The gist of the article was, kids live in the moment, making them wait to tell you something is too long for their attention span and it might kill their enthusiasm. The author’s reasoning is somewhere along the lines of kids living in the moment and having a need to get out whatever it is that they are getting out. The author made some allusions to the kid becoming highest priority, that what the kid has to say is pretty important to the kid, so it’s important to the author. As the author said, “it was just a stupid adult conversation anyway”. Yes, the author called conversations with peers, friends, and family stupid. For all intents and purposes the author insulted everyone that matters in that person’s life and went on to insult the reader. The author really just insulted all adults.

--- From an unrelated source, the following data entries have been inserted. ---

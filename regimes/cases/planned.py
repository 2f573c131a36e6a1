"""Reading a plan: from a case with data, or from a file that has only the plan."""

from pathlib import Path
from typing import Annotated

from pydantic import Field, ValidationError

from regimes.cases.load import case_from, read_toml
from regimes.cases.plan import PlanRules
from regimes.cases.problems import describe, headed
from regimes.cases.record import Case, CurveRules, ModelRules
from regimes.cases.section import Section, Text
from regimes.errors import CaseError

_KERNEL = "plan.kernel: missing; give it, or observations and pairs of data that it can be drawn from"


class Planned(Section):
    """A plan without data."""

    name: Text
    seed: Annotated[int, Field(ge=0)]
    plan: PlanRules
    curves: CurveRules = CurveRules()
    models: ModelRules = ModelRules()


def load_plan(path: str | Path) -> tuple[Planned, Case | None]:
    """Read the plan of a case file (TOML).

    Parameters
    ----------
    path : str or Path

    Returns
    -------
    planned : Planned
    case : Case or None
        Whose data the kernel is to be drawn from; None where the plan has a kernel.

    Raises
    ------
    CaseError
        If the file cannot be read, has no plan, or has neither a kernel nor data; all problems at once.
    """
    path = Path(path)
    content = read_toml(path)
    if "observations" in content:
        case = case_from(content, str(path), path.parent)
        if case.plan is None:
            raise CaseError(headed(str(path), ["plan: missing; must be given"]))
        planned = Planned(name=case.name, seed=case.seed, plan=case.plan, curves=case.curves, models=case.models)
        return planned, case if case.plan.kernel is None else None
    try:
        planned = Planned.model_validate(content)
    except ValidationError as error:
        raise CaseError(headed(str(path), describe(error, Planned))) from None
    if planned.plan.kernel is None:
        raise CaseError(headed(str(path), [_KERNEL]))
    return planned, None
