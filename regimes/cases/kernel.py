"""A separation kernel as a file gives it: in recipes and in plans."""

from itertools import pairwise
from typing import Annotated, Literal, get_args

from pydantic import Field, model_validator

from regimes.cases.section import Positive, Section, rule

Regime = Literal["ballistic", "exponential", "richardson", "diffusive"]
REGIMES: tuple[Regime, ...] = get_args(Regime)


def check_pieces(n_piece: int, key: str, ends: tuple[float, ...]) -> None:
    """Refuse pieces that are not one more than their ends, and ends that do not rise; for validators."""
    if n_piece != len(ends) + 1:
        raise rule(f"{n_piece} pieces", f"be one more than {key}, which has {len(ends)}")
    if any(low >= high for low, high in pairwise(ends)):
        raise rule(str(list(ends)), f"rise ({key})")


class KernelRules(Section):
    """A kernel in pieces, named `regimes` or free `exponents`; `rate_per_d` is 2 K / r^2 at the reference."""

    regimes: Annotated[tuple[Regime, ...], Field(strict=False)] = ()
    exponents: Annotated[tuple[Annotated[float, Field(ge=0, le=2)], ...], Field(strict=False)] = ()
    transitions_km: Annotated[tuple[Positive, ...], Field(strict=False)] = ()
    rate_per_d: Positive
    reference_km: Positive

    @model_validator(mode="after")
    def _pieces(self) -> "KernelRules":
        if bool(self.regimes) == bool(self.exponents):
            raise rule("both or neither", "give either regimes or exponents")
        check_pieces(len(self.regimes or self.exponents), "transitions_km", self.transitions_km)
        return self
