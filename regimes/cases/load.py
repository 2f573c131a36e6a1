"""Reading a case file, with every problem reported at once."""

import tomllib
from collections.abc import Mapping
from pathlib import Path
from typing import Any

from pydantic import ValidationError

from regimes.cases.problems import describe, headed
from regimes.cases.record import Case
from regimes.cases.sweep import label_of
from regimes.errors import CaseError

_PATHS = (("observations", "path"), ("single", "mean_flow"))


def load_case(path: str | Path) -> Case:
    """Read a case file (TOML).

    Parameters
    ----------
    path : str or Path
        Relative paths inside are taken from the folder of the case file.

    Returns
    -------
    Case
        With its paths ready to open.

    Raises
    ------
    CaseError
        If the file cannot be read, is no TOML, or asks for what is not possible; all problems at once.
    """
    path = Path(path)
    return case_from(read_toml(path), source=str(path), folder=path.parent)


def read_toml(path: Path) -> dict[str, Any]:
    """Sections and keys of a case file.

    Raises
    ------
    CaseError
        If the file cannot be read or is no TOML.
    """
    try:
        text = path.read_text(encoding="utf-8-sig")
    except FileNotFoundError:
        raise CaseError(f"{path}: no such file; give the path of a case file") from None
    except (OSError, UnicodeDecodeError) as error:
        raise CaseError(f"{path}: cannot be read ({error}); must be a text file in UTF-8") from error
    try:
        return tomllib.loads(text)
    except tomllib.TOMLDecodeError as error:
        raise CaseError(f"{path}: no valid TOML: {error}; correct the line") from error


def case_from(content: Mapping[str, Any], source: str = "case", folder: str | Path | None = None) -> Case:
    """Check the content of a case file.

    Parameters
    ----------
    content : mapping
        Sections and keys as in the file.
    source : str
        Name to head the problems with.
    folder : str or Path, optional
        Where relative paths start; the files must exist there. Without it, paths are kept as they are and
        looked for only when the files are read.

    Returns
    -------
    Case

    Raises
    ------
    CaseError
        If there is any problem; all of them at once.
    """
    content = dict(content)
    problems: list[str] = []
    if folder is not None:
        content, problems = _resolve(content, Path(folder))
    try:
        case = Case.model_validate(content)
        problems += [problem for _, found in _attempts(case) if isinstance(found, list) for problem in found]
    except ValidationError as error:
        problems = describe(error, Case) + problems
    problems = list(dict.fromkeys(problems))
    if problems:
        raise CaseError(headed(source, problems))
    return case


def variants(case: Case) -> list[tuple[str, Case]]:
    """The cases that a sweep asks for, each with the choices that make it; the case itself without a sweep.

    Parameters
    ----------
    case : Case
        As `load_case` and `case_from` give it.

    Returns
    -------
    list of (str, Case)
        The choices in words, empty without a sweep, and the case with them, which has no sweep.
    """
    if case.sweep is None:
        return [("", case)]
    return [(label, found) for label, found in _attempts(case) if isinstance(found, Case)]


def _attempts(case: Case) -> list[tuple[str, Case | list[str]]]:
    """Each combination of a sweep as a case, or as the problems it has."""
    out: list[tuple[str, Case | list[str]]] = []
    for combination in [] if case.sweep is None else case.sweep.combinations():
        content = case.model_dump(exclude={"sweep"}, exclude_unset=True)
        label = label_of(combination)
        content["name"] = f"{case.name} ({label})"
        for place, value in combination.items():
            section, key = place.split(".")
            content[section] = content.get(section, {}) | {key: value}
        try:
            out.append((label, Case.model_validate(content)))
        except ValidationError as error:
            out.append((label, [f"sweep.{problem}" for problem in describe(error, Case)]))
    return out


def _resolve(content: dict[str, Any], folder: Path) -> tuple[dict[str, Any], list[str]]:
    """The content with its paths made ready to open, and a problem for each where nothing is there."""
    problems = []
    for name, key in _PATHS:
        section = content.get(name)
        if not isinstance(section, dict) or not isinstance(section.get(key), str) or not section[key]:
            continue
        path = folder / section[key]
        if not path.exists():
            problems.append(f'{name}.{key}: got "{section[key]}"; no such file in {folder}')
        content = content | {name: section | {key: str(path)}}
    return content, problems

First, I do believe that a child ought to be a top priority in a parent’s life. But that does not mean the child belongs on a pedestal. Sure, you’re a parent, you’re also an adult with bills to pay and a gas tank to fill, and human relationships that extend beyond the child. A parent needs those adult relationships to be a better balanced human, and to not lose your friggin’ mind! Just because you have now assumed the title of parent, does not mean you ought to cut yourself off from society and start running around holding up your kid like baby Simba.
Concerning attention spans: teaching a child to not interrupt could be a handy way to teach a child to work on growing their attention spans.
Now let’s address that bit about killing the child’s enthusiasm.
So what?
I know that sounds brutal to say, but…so what? For starters, kids are tough and they bounce back pretty easily. Second, addressing parallel priorities in front of the kid helps to open the kid’s eyes to a wider world. Not being the center of the universe does not diminish one’s importance. Allowing a child to interrupt keeps that child in a bubble, and if that bubble remains un-popped all the way into adulthood then the results will be devastating.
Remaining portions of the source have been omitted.